United States v. Jefferson, 674 F.3d 332, 351-352 (4th Cir. Va. 2012). In Jefferson, what was being “bought” was the Congressman’s supposed power to call up friends overseas and friends in the government and to bribe them. On the facts, this is an awful case for the defense, and it wound up making awful caselaw for other defendants to have to deal with.

In Sun-Diamond, though, there was no bribe at the end of the trail. All that was being “bought” with the gifts was access — being able to sit next to Secretary Espy, to show him a good time, to make sure that the next time that the President of Sun-Diamond called the Agriculture Department, Espy would take his call. And as the Court has told us in Citizens United v. Fed. Election Comm’n, 558 U.S. 310, 360 (2010), “Ingratiation and access . . . are not corruption.”

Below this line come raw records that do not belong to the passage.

import { ChangeDetectionStrategy, Component, ViewEncapsulation, computed, input, output } from '@angular/core';
import { AgGridAngular } from 'ag-grid-angular';
import {
  CellApiModule,
  CellStyleModule,
  ClientSideRowModelModule,
  ColumnApiModule,
  CustomEditorModule,
  DateEditorModule,
  HighlightChangesModule,
  ModuleRegistry,
  NumberFilterModule,
  RenderApiModule,
  RowApiModule,
  RowStyleModule,
  ScrollApiModule,
  SelectEditorModule,
  TextEditorModule,
  TextFilterModule,
  TooltipModule,
  themeQuartz,
  type CellEditRequestEvent,
  type ColDef,
  type ColGroupDef,
  type GetRowIdParams,
  type GridApi,
  type GridReadyEvent,
  type RowClassRules,
} from 'ag-grid-community';
import type { Run } from '../studies/study-types';
import type { PasteTarget } from './paste-plan';

// Only what the run sheet uses (STACK.md pitfall 4: AllCommunityModule adds ~330 kB).
ModuleRegistry.registerModules([
  ClientSideRowModelModule,
  TextEditorModule,
  SelectEditorModule,
  DateEditorModule,
  HighlightChangesModule,
  CustomEditorModule,
  TextFilterModule,
  NumberFilterModule,
  RowStyleModule,
  CellStyleModule,
  TooltipModule,
  RowApiModule,
  ScrollApiModule,
  ColumnApiModule,
  CellApiModule,
  RenderApiModule,
]);

/** Colours come from the app's Material tokens, so the grid follows light/dark with the rest of the app. */
const THEME = themeQuartz.withParams({
  fontFamily: 'inherit',
  fontSize: 13,
  backgroundColor: 'var(--mat-sys-surface-container-lowest)',
  foregroundColor: 'var(--mat-sys-on-surface)',
  headerBackgroundColor: 'var(--mat-sys-surface-container)',
  headerTextColor: 'var(--mat-sys-on-surface)',
  accentColor: 'var(--mat-sys-primary)',
  borderColor: 'var(--mat-sys-outline-variant)',
  oddRowBackgroundColor: 'var(--mat-sys-surface-container-low)',
  rowHeight: 36,
  headerHeight: 40,
  wrapperBorderRadius: 12,
});

export interface CellEdit {
  run: Run;
  colId: string;
  oldText: string;
  newText: string;
}

export interface GridPaste {
  text: string;
  target: PasteTarget;
}

export type RowActionKind = 'attachments' | 'history' | 'remove' | 'restore';

/** What renderers and editors reach through the grid context (they live outside Angular's inputs). */
export interface GridContext {
  rowAction(kind: RowActionKind, run: Run): void;
  editRefused(message: string): void;
  canEdit: boolean;
}

/**
 * A thin wrapper over ag-grid for the run sheet: rows and columns in, edits / pastes / row actions
 * out. The grid never changes its data itself (readOnlyEdit): the page saves and hands back new rows.
 * Block paste is not in the community edition, so the wrapper catches the browser's paste event and
 * resolves where the block lands from the grid's public API (focused cell, displayed rows/columns).
 */
@Component({
  selector: 'sm-run-grid',
  changeDetection: ChangeDetectionStrategy.OnPush,
  encapsulation: ViewEncapsulation.None,
  imports: [AgGridAngular],
  host: { '(paste)': 'handlePaste($event)', class: 'sm-run-grid' },
  template: `
    <ag-grid-angular
      class="grid"
      [theme]="theme"
      [rowData]="rows()"
      [columnDefs]="columns()"
      [defaultColDef]="defaultColDef"
      [getRowId]="rowId"
      [context]="context()"
      [rowClassRules]="rowClassRules"
      [readOnlyEdit]="true"
      [singleClickEdit]="false"
      [stopEditingWhenCellsLoseFocus]="true"
      [enterNavigatesVerticallyAfterEdit]="true"
      [tooltipShowDelay]="300"
      [animateRows]="false"
      (gridReady)="ready($event)"
      (cellEditRequest)="editRequested($event)"
    />
  `,
  styles: `
    .sm-run-grid {
      display: block;
    }
    .sm-run-grid .grid {
      display: block;
      height: 100%;
      min-height: 360px;
    }
    .sm-run-grid .sm-row-excluded {
      --ag-background-color: var(--mat-sys-error-container);
      background-image: repeating-linear-gradient(135deg, transparent 0 10px, color-mix(in srgb, var(--mat-sys-error) 8%, transparent) 10px 12px);
    }
    .sm-run-grid .sm-row-removed {
      color: var(--mat-sys-on-surface-variant);
      text-decoration: line-through;
    }
    .sm-run-grid .sm-cell-number {
      font-variant-numeric: tabular-nums;
      text-align: right;
    }
    .sm-run-grid .sm-cell-editable {
      background-color: color-mix(in srgb, var(--mat-sys-primary) 4%, transparent);
    }
    /* Out of the plausible range: tinted AND marked with an icon, never colour alone. */
    .sm-run-grid .sm-out-of-range {
      color: var(--mat-sys-on-tertiary-container);
      background-color: var(--sm-accent-container);
      font-weight: 500;
    }
    .sm-run-grid .sm-out-of-range::before,
    .sm-run-grid .sm-excluded-mark::before {
      font-family: 'Material Symbols Outlined';
      font-size: 16px;
      vertical-align: -3px;
      margin-right: 4px;
    }
    .sm-run-grid .sm-out-of-range::before {
      content: 'warning';
    }
    .sm-run-grid .sm-excluded-mark::before {
      content: 'block';
      color: var(--mat-sys-error);
    }
  `,
})
export class RunGrid {
  readonly rows = input.required<Run[]>();
  readonly columns = input.required<(ColDef<Run> | ColGroupDef<Run>)[]>();
  readonly canEdit = input(false);
  readonly cellEdit = output<CellEdit>();
  readonly blockPaste = output<GridPaste>();
  readonly rowAction = output<{ kind: RowActionKind; run: Run }>();
  readonly refused = output<string>();

  protected readonly theme = THEME;
  private api: GridApi<Run> | null = null;
  protected readonly defaultColDef: ColDef<Run> = { sortable: true, filter: true, resizable: true, minWidth: 80 };
  protected readonly rowClassRules: RowClassRules<Run> = {
    'sm-row-excluded': (p) => !!p.data && p.data.excluded && p.data.removedAt === null,
    'sm-row-removed': (p) => !!p.data && p.data.removedAt !== null,
  };
  protected readonly rowId = (p: GetRowIdParams<Run>) => String(p.data.id);
  protected readonly context = computed<GridContext>(() => ({
    canEdit: this.canEdit(),
    rowAction: (kind, run) => this.rowAction.emit({ kind, run }),
    editRefused: (message) => this.refused.emit(message),
  }));

  protected ready(e: GridReadyEvent<Run>): void {
    this.api = e.api;
  }

  protected editRequested(e: CellEditRequestEvent<Run>): void {
    const colId = e.column.getColId();
    if (!e.data) return;
    const text = (v: unknown) => (v === null || v === undefined ? '' : String(v));
    if (text(e.newValue) === text(e.oldValue)) return;
    this.cellEdit.emit({ run: e.data, colId, oldText: text(e.oldValue), newText: text(e.newValue) });
  }

  protected handlePaste(event: ClipboardEvent): void {
    const api = this.api;
    // While a cell editor is open the paste belongs to its input, as in any text field.
    if (!api || !this.canEdit() || api.getEditingCells().length > 0) return;
    const focused = api.getFocusedCell();
    const text = event.clipboardData?.getData('text/plain') ?? '';
    if (!focused || focused.rowPinned) {
      this.refused.emit('Click the cell where the pasted block should start, then paste again.');
      return;
    }
    event.preventDefault();
    const columns = api.getAllDisplayedColumns();
    const start = columns.findIndex((c) => c.getColId() === focused.column.getColId());
    const rowIds: number[] = [];
    for (let i = focused.rowIndex; i < api.getDisplayedRowCount(); i++) {
      const id = api.getDisplayedRowAtIndex(i)?.data?.id;
      if (id !== undefined) rowIds.push(id);
    }
    this.blockPaste.emit({ text, target: { rowIds, colIds: columns.slice(start).map((c) => c.getColId()) } });
  }

  /** After a paste or undo, the user sees the rows that changed. */
  flash(runIds: number[], colIds: string[]): void {
    const api = this.api;
    if (!api) return;
    const nodes = runIds.map((id) => api.getRowNode(String(id))).filter((n) => n !== undefined);
    api.flashCells({ rowNodes: nodes, columns: colIds });
  }
}
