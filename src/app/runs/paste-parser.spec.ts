import Papa from 'papaparse';
import { parseTsv } from './paste-parser';

/**
 * Reference: papaparse 5.7 (a maintained CSV/TSV parser) with delimiter "\t" and RFC 4180 quoting,
 * which is how spreadsheets write the text/plain flavour of a copied block. Papaparse returns one
 * extra [''] row for the block's closing line break, which spreadsheets do not mean as a row, so the
 * reference drops exactly that one.
 */
function reference(text: string): string[][] {
  const rows = Papa.parse<string[]>(text, { delimiter: '\t', newline: text.includes('\r\n') ? '\r\n' : '\n' }).data;
  const last = rows[rows.length - 1];
  if (/\r?\n$/.test(text) && last && last.length === 1 && last[0] === '') rows.pop();
  return rows;
}

describe('parseTsv (clipboard block from a spreadsheet)', () => {
  const cases: Record<string, string> = {
    'LF rows, trailing newline': '0.812\t0.790\n0.805\t0.801\n',
    'CRLF rows, trailing CRLF (what spreadsheets on Windows put on the clipboard)': '1.02\t0.98\r\n1.10\t1.04\r\n',
    'no trailing newline': '1\t2\n3\t4',
    'empty cells inside and at the end of a row': '1\t\t3\n\t5\t\n',
    'quoted cell holding a tab and a line break': '"a\tb"\t2\n"line1\nline2"\t4\n',
    'doubled quotes inside a quoted cell': '"5"" pipe"\tx\n',
    'a single cell': '0.850',
    'a blank row between rows (a copied empty cell)': '1\n\n3\n',
  };
  for (const [name, text] of Object.entries(cases)) {
    it(`matches papaparse: ${name}`, () => {
      expect(parseTsv(text)).toEqual(reference(text));
    });
  }

  it('keeps the text of each value exactly as typed', () => {
    // common practice, no source: trailing zeros carry the stated precision and must survive.
    expect(parseTsv('0.850\t1.0e-3\r\n')).toEqual([['0.850', '1.0e-3']]);
  });

  it('drops only one closing line break, so a final blank cell stays a row', () => {
    expect(parseTsv('1\n\n')).toEqual([['1'], ['']]);
  });

  it('returns no rows for an empty clipboard', () => {
    expect(parseTsv('')).toEqual([]);
  });

  it('treats a lone CR (older spreadsheet programs) as a row break', () => {
    expect(parseTsv('1\t2\r3\t4\r')).toEqual([
      ['1', '2'],
      ['3', '4'],
    ]);
  });
});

The defense wants Judge Spencer, and if necessary the Fourth Circuit and the Supreme Court, to see Bob McDonnell like the courts saw Mike Espy. The only thing being bought here was access. The government wants the courts to see Bob McDonnell as William Jefferson, with a lot of money changing hands. This comparison is not one that the jury hears about, but if there is a conviction and an appeal, you can bet your bottom dollar that that comparison will be at the heart of the briefs.